Look through the listing below for the string "dcorDirect". Show each line where it occurs.
─── Exercise materials ───
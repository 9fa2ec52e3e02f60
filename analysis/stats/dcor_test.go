package stats

import (
	"math"
	"math/rand/v2"
	"strings"
	"testing"

	"bivar/internal/reference"
)

// dcorDirect is the O(n²) definition (Székely, Rizzo & Bakirov 2007, eq.
// 2.8) with the double-centred distance matrices formed explicitly: the
// independent route the fast algorithm is checked against.
func dcorDirect(x, y []float64) float64 {
	n := len(x)
	centre := func(v []float64) [][]float64 {
		a := make([][]float64, n)
		row := make([]float64, n)
		var all float64
		for i := range a {
			a[i] = make([]float64, n)
			for j := range a[i] {
				a[i][j] = math.Abs(v[i] - v[j])
				row[i] += a[i][j]
			}
			all += row[i]
			row[i] /= float64(n)
		}
		all /= float64(n * n)
		for i := range a {
			for j := range a[i] {
				a[i][j] += all - row[i] - row[j]
			}
		}
		return a
	}
	A, B := centre(x), centre(y)
	var ab, aa, bb float64
	for i := range A {
		for j := range A[i] {
			ab += A[i][j] * B[i][j]
			aa += A[i][j] * A[i][j]
			bb += B[i][j] * B[i][j]
		}
	}
	r2 := ab / math.Sqrt(aa*bb)
	return math.Sqrt(math.Max(0, r2))
}

// TestDistanceCorrelation checks dCor against a hand-worked case and an
// independent computation.
func TestDistanceCorrelation(t *testing.T) {
	t.Parallel()
	t.Run("by-hand", func(t *testing.T) {
		// x = (−1, 0, 1), y = x² = (1, 0, 1): worked by hand from the
		// definition, Σ A∘B = 8/9, Σ A∘A = 360/81, Σ B∘B = 144/81, so
		// dCor² = 72/√51840 = 1/√10 and dCor = 10^(−1/4), although r = 0.
		got := DistanceCorrelation([]float64{-1, 0, 1}, []float64{1, 0, 1})
		if want := math.Pow(10, -0.25); !extraClose(got, want, 1e-14) {
			t.Errorf("DistanceCorrelation(hump of 3) = %.17g, want 10^(-1/4) = %.17g", got, want)
		}
	})
	t.Run("numpy", func(t *testing.T) {
		// Independent implementation: numpy 1.24.2 from the definition
		// (scipy 1.10 has no distance correlation), one-off command:
		//   a = abs(x[:,None]-x[None,:]); A = a - a.mean(0)[None,:] - a.mean(1)[:,None] + a.mean()
		//   (same for b, B); sqrt((A*B).mean() / sqrt((A*A).mean() * (B*B).mean()))
		// on Anscombe (1973) sets read from shared/reference/anscombe.csv and
		// extraWavy(20261201, 60); printed with repr.
		want := map[string]float64{
			"I":    0.8239139124427381,
			"II":   0.8688329393537616,
			"III":  0.9064762345920996,
			"IV":   0.8067980878610194,
			"wavy": 0.5687230042152595,
		}
		ans := reference.Anscombe(t)
		for name, w := range want {
			var x, y []float64
			if name == "wavy" {
				x, y = extraWavy(20261201, 60)
			} else {
				x, y = ans[name][0], ans[name][1]
			}
			if got := DistanceCorrelation(x, y); !extraClose(got, w, 1e-12) {
				t.Errorf("DistanceCorrelation(%s) = %.17g, want %.17g", name, got, w)
			}
		}
	})
	t.Run("fast-equals-direct", func(t *testing.T) {
		// Ties in x (grid) and in y (rounded), n = 400.
		x, y := extraWavy(5, 400)
		for i := range y {
			y[i] = math.Round(y[i]*4) / 4
		}
		got, want := DistanceCorrelation(x, y), dcorDirect(x, y)
		if !extraClose(got, want, 1e-11) {
			t.Errorf("fast dCor = %.17g, direct O(n²) = %.17g", got, want)
		}
	})
	t.Run("identities", func(t *testing.T) {
		x, y := extraWavy(9, 200)
		base := DistanceCorrelation(x, y)
		xs := make([]float64, len(x))
		ys := make([]float64, len(y))
		for i := range x {
			xs[i] = -1e-3*x[i] + 40
			ys[i] = 1e6 * y[i]
		}
		if got := DistanceCorrelation(xs, ys); !extraClose(got, base, 1e-12) {
			t.Errorf("dCor after a change of units = %v, want %v", got, base)
		}
		if got := DistanceCorrelation(y, x); !extraClose(got, base, 1e-12) {
			t.Errorf("dCor(y, x) = %v, want dCor(x, y) = %v", got, base)
		}
		line := make([]float64, len(x))
		for i := range x {
			line[i] = 3 - 2*x[i]
		}
		if got := DistanceCorrelation(x, line); !extraClose(got, 1, 1e-12) {
			t.Errorf("dCor of an exact line = %v, want 1", got)
		}
		if got := DistanceCorrelation([]float64{1, 2}, []float64{5, 3}); !extraClose(got, 1, 1e-12) {
			t.Errorf("dCor(n=2) = %v, want 1", got)
		}
		if got := DistanceCorrelation([]float64{1, 2, 3}, []float64{4, 4, 4}); !math.IsNaN(got) {
			t.Errorf("dCor(constant y) = %v, want NaN", got)
		}
		if got := DistanceCorrelation([]float64{1}, []float64{4}); !math.IsNaN(got) {
			t.Errorf("dCor(n=1) = %v, want NaN", got)
		}
		if !extraPanics(func() { DistanceCorrelation([]float64{1, 2}, []float64{1}) }) {
			t.Error("DistanceCorrelation: no panic on length mismatch")
		}
	})
}

// TestDistanceCorrTest checks the permutation test.
func TestDistanceCorrTest(t *testing.T) {
	t.Parallel()
	t.Run("same-as-direct-permutations", func(t *testing.T) {
		// The p-value equals that of the same permutations scored by the
		// direct O(n²) definition. Weak dependence, so p is not at an end.
		x, y := extraWavy(13, 60)
		src := rand.NewPCG(5, 0)
		for i := range y {
			y[i] = extraUniform(src) + 0.01*x[i]
		}
		const perms = 99
		_, p, used, _ := DistanceCorrTest(x, y, perms, 0, rand.NewPCG(4, 4))
		rng := rand.New(rand.NewPCG(4, 4))
		obs := dcorDirect(x, y)
		perm := make([]int, len(x))
		for i := range perm {
			perm[i] = i
		}
		yp := make([]float64, len(y))
		ge := 0
		for range perms {
			rng.Shuffle(len(perm), func(i, j int) { perm[i], perm[j] = perm[j], perm[i] })
			for i := range yp {
				yp[i] = y[perm[i]]
			}
			if dcorDirect(x, yp) >= obs*(1-1e-12) {
				ge++
			}
		}
		want := float64(1+ge) / (perms + 1)
		if !(want > 0.05 && want < 0.95) {
			t.Fatalf("test data give p = %v from the direct permutations; want one away from the ends", want)
		}
		if p != want || used != len(x) {
			t.Errorf("DistanceCorrTest p = %v (used %d), want %v from direct permutations (used %d)", p, used, want, len(x))
		}
	})
	t.Run("hump", func(t *testing.T) {
		// y = x² on symmetric x: r = 0 but clear dependence; no permutation
		// of 100 points reaches it, so p is the smallest possible, 1/(B+1).
		x := make([]float64, 100)
		y := make([]float64, 100)
		for i := range x {
			x[i] = float64(i-50) / 10
			y[i] = x[i] * x[i]
		}
		d, p, _, method := DistanceCorrTest(x, y, 199, 0, rand.NewPCG(1, 1))
		if p != 1.0/200 || !(d > 0.4) {
			t.Errorf("hump: dCor = %v, p = %v, want p = 1/200", d, p)
		}
		if !strings.Contains(method, "199 permutations") {
			t.Errorf("method %q does not say how many permutations", method)
		}
	})
	t.Run("sampled", func(t *testing.T) {
		x, y := extraWavy(17, 3000)
		d, p, used, method := DistanceCorrTest(x, y, 49, 500, rand.NewPCG(2, 3))
		if used != 500 || !strings.Contains(method, "random sample of 500 rows") {
			t.Errorf("n = 3000, maxN = 500: used %d, method %q", used, method)
		}
		if want := DistanceCorrelation(x, y); d != want {
			t.Errorf("sampled test: dCor = %v, want the full-data %v", d, want)
		}
		if !(p >= 1.0/50 && p <= 1) {
			t.Errorf("p = %v outside [1/50, 1]", p)
		}
		d2, p2, _, _ := DistanceCorrTest(x, y, 49, 500, rand.NewPCG(2, 3))
		if d2 != d || p2 != p {
			t.Errorf("same seed, different result: %v %v vs %v %v", d2, p2, d, p)
		}
	})
	t.Run("independent", func(t *testing.T) {
		// Independent columns: over 40 seeded data sets the p-values are
		// roughly uniform; fewer than 12 below 0.1 (expected 4; the
		// binomial(40, 0.1) tail beyond 11 is about 1e-3).
		src := rand.NewPCG(99, 0)
		low := 0
		for k := range 40 {
			x, y := make([]float64, 50), make([]float64, 50)
			for i := range x {
				x[i], y[i] = extraUniform(src), extraUniform(src)
			}
			_, p, _, _ := DistanceCorrTest(x, y, 99, 0, rand.NewPCG(uint64(k), 7))
			if p < 0.1 {
				low++
			}
		}
		if low >= 12 {
			t.Errorf("%d of 40 independent sets have p < 0.1", low)
		}
	})
	t.Run("edges", func(t *testing.T) {
		x, y := extraWavy(1, 20)
		if _, p, _, m := DistanceCorrTest(x, y, 0, 0, nil); !math.IsNaN(p) || !strings.Contains(m, "no permutation test") {
			t.Errorf("perms = 0: p = %v, method %q", p, m)
		}
		if d, p, _, _ := DistanceCorrTest([]float64{1, 2}, []float64{3, 4}, 9, 0, nil); !math.IsNaN(d) || !math.IsNaN(p) {
			t.Errorf("n = 2: %v, %v, want NaN", d, p)
		}
		if !extraPanics(func() { DistanceCorrTest([]float64{1, 2}, []float64{1}, 9, 0, nil) }) {
			t.Error("DistanceCorrTest: no panic on length mismatch")
		}
	})
}

func benchmarkDcor(b *testing.B, n int) {
	x, y := extraBenchXY(n)
	b.ReportAllocs()
	b.ResetTimer()
	for b.Loop() {
		DistanceCorrelation(x, y)
	}
}

func BenchmarkDistanceCorrelation1e3(b *testing.B) { benchmarkDcor(b, 1e3) }
func BenchmarkDistanceCorrelation1e5(b *testing.B) { benchmarkDcor(b, 1e5) }
func BenchmarkDistanceCorrelation1e6(b *testing.B) { benchmarkDcor(b, 1e6) }

func benchmarkDcorTest(b *testing.B, n int) {
	x, y := extraBenchXY(n)
	b.ReportAllocs()
	b.ResetTimer()
	for b.Loop() {
		DistanceCorrTest(x, y, 999, 0, rand.NewPCG(1, 2))
	}
}

func BenchmarkDistanceCorrTest1e3(b *testing.B) { benchmarkDcorTest(b, 1e3) }
func BenchmarkDistanceCorrTest1e5(b *testing.B) { benchmarkDcorTest(b, 1e5) }
func BenchmarkDistanceCorrTest1e6(b *testing.B) { benchmarkDcorTest(b, 1e6) }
───
** The completed task **
// dcorDirect is the O(n²) definition (Székely, Rizzo & Bakirov 2007, eq.
func dcorDirect(x, y []float64) float64 {
		got, want := DistanceCorrelation(x, y), dcorDirect(x, y)
		obs := dcorDirect(x, y)
			if dcorDirect(x, yp) >= obs*(1-1e-12) {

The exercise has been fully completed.